======== Records provided
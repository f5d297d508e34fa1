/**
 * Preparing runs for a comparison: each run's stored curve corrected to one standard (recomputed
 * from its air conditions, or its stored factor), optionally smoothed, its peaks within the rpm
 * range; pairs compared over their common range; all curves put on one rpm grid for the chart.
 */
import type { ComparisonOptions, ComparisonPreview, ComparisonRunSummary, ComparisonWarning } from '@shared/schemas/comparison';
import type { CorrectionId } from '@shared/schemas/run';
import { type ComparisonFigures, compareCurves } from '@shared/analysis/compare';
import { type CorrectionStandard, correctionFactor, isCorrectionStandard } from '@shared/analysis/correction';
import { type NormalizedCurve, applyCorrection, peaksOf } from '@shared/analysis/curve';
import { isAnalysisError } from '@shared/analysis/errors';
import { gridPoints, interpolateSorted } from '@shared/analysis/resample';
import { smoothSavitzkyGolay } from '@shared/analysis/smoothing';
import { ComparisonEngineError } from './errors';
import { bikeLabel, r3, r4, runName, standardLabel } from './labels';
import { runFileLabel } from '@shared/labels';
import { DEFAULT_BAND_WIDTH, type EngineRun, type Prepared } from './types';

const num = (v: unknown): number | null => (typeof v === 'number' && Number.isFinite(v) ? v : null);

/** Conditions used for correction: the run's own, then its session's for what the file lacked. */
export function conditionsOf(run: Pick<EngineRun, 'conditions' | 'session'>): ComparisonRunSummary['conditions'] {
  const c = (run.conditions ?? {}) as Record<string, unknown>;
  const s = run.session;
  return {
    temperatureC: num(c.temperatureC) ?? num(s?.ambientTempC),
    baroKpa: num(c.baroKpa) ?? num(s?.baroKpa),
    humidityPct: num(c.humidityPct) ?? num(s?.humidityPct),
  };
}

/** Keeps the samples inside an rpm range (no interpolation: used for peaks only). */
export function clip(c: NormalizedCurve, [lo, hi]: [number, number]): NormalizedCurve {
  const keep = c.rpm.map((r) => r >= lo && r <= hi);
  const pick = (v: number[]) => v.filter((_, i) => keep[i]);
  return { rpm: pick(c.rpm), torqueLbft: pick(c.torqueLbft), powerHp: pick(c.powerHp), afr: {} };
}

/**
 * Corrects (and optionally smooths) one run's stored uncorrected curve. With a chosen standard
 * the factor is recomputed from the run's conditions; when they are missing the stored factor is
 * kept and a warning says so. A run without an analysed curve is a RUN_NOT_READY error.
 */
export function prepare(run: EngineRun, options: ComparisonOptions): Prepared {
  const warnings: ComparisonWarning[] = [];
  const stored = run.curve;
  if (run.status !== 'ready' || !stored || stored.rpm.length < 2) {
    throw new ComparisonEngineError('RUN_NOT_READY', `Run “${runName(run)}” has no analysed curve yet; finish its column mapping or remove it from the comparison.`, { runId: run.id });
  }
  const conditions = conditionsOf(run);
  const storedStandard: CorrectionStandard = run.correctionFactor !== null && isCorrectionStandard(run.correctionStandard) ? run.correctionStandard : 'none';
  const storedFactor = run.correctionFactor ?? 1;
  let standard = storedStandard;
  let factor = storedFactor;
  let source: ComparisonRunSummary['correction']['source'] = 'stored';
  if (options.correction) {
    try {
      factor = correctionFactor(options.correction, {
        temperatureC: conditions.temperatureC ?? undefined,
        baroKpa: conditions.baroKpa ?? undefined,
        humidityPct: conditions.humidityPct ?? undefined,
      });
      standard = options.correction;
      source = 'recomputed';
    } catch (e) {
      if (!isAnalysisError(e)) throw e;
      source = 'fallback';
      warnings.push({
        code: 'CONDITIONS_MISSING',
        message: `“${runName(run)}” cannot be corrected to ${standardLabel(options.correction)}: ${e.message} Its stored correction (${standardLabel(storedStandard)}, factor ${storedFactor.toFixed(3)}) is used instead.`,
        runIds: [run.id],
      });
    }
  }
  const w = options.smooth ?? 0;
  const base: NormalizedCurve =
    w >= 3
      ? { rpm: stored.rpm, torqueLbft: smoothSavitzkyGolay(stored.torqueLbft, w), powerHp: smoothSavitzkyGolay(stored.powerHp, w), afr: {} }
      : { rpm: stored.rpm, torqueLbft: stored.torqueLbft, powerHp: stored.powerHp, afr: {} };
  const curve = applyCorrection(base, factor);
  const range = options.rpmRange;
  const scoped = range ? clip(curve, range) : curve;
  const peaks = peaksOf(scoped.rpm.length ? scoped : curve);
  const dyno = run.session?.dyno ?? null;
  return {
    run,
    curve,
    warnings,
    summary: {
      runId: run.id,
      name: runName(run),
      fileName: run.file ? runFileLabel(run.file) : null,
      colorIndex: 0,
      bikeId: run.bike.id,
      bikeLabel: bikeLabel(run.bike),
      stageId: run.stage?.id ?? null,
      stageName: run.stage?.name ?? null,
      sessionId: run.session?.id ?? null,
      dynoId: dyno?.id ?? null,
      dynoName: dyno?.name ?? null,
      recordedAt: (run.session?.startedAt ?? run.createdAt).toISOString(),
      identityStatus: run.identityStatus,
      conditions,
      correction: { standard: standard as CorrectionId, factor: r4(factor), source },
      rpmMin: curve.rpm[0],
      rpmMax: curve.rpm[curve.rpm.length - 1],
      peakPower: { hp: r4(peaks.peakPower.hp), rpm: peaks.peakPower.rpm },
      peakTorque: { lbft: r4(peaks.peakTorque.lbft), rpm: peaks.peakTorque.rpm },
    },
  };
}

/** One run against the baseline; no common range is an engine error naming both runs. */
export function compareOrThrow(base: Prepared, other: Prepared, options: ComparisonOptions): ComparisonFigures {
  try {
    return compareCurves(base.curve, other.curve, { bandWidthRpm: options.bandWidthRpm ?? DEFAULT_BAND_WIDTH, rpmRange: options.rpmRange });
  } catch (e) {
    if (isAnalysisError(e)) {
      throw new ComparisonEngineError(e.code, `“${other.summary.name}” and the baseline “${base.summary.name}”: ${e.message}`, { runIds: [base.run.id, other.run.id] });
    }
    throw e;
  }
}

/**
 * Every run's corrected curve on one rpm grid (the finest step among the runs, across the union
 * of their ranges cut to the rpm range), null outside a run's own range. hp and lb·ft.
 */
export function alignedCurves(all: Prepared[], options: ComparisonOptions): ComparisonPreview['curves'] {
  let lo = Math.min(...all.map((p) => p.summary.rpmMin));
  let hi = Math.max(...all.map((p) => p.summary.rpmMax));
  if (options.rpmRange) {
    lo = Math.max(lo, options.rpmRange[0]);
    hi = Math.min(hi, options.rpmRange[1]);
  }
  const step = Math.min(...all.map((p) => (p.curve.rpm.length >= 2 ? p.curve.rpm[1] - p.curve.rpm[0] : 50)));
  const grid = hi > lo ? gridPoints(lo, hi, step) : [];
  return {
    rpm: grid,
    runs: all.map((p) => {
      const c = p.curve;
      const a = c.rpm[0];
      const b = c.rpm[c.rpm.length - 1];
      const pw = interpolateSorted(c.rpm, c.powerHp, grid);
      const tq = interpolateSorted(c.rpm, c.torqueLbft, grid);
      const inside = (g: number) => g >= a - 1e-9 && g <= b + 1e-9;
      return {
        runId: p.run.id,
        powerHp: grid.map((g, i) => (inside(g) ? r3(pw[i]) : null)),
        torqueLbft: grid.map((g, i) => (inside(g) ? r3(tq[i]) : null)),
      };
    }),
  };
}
================
● **Exercise goal**
Go line by line through the data above and report each one that holds the string "analysed".

● **Answer section**
 * kept and a warning says so. A run without an analysed curve is a RUN_NOT_READY error.
    throw new ComparisonEngineError('RUN_NOT_READY', `Run “${runName(run)}” has no analysed curve yet; finish its column mapping or remove it from the comparison.`, { runId: run.id });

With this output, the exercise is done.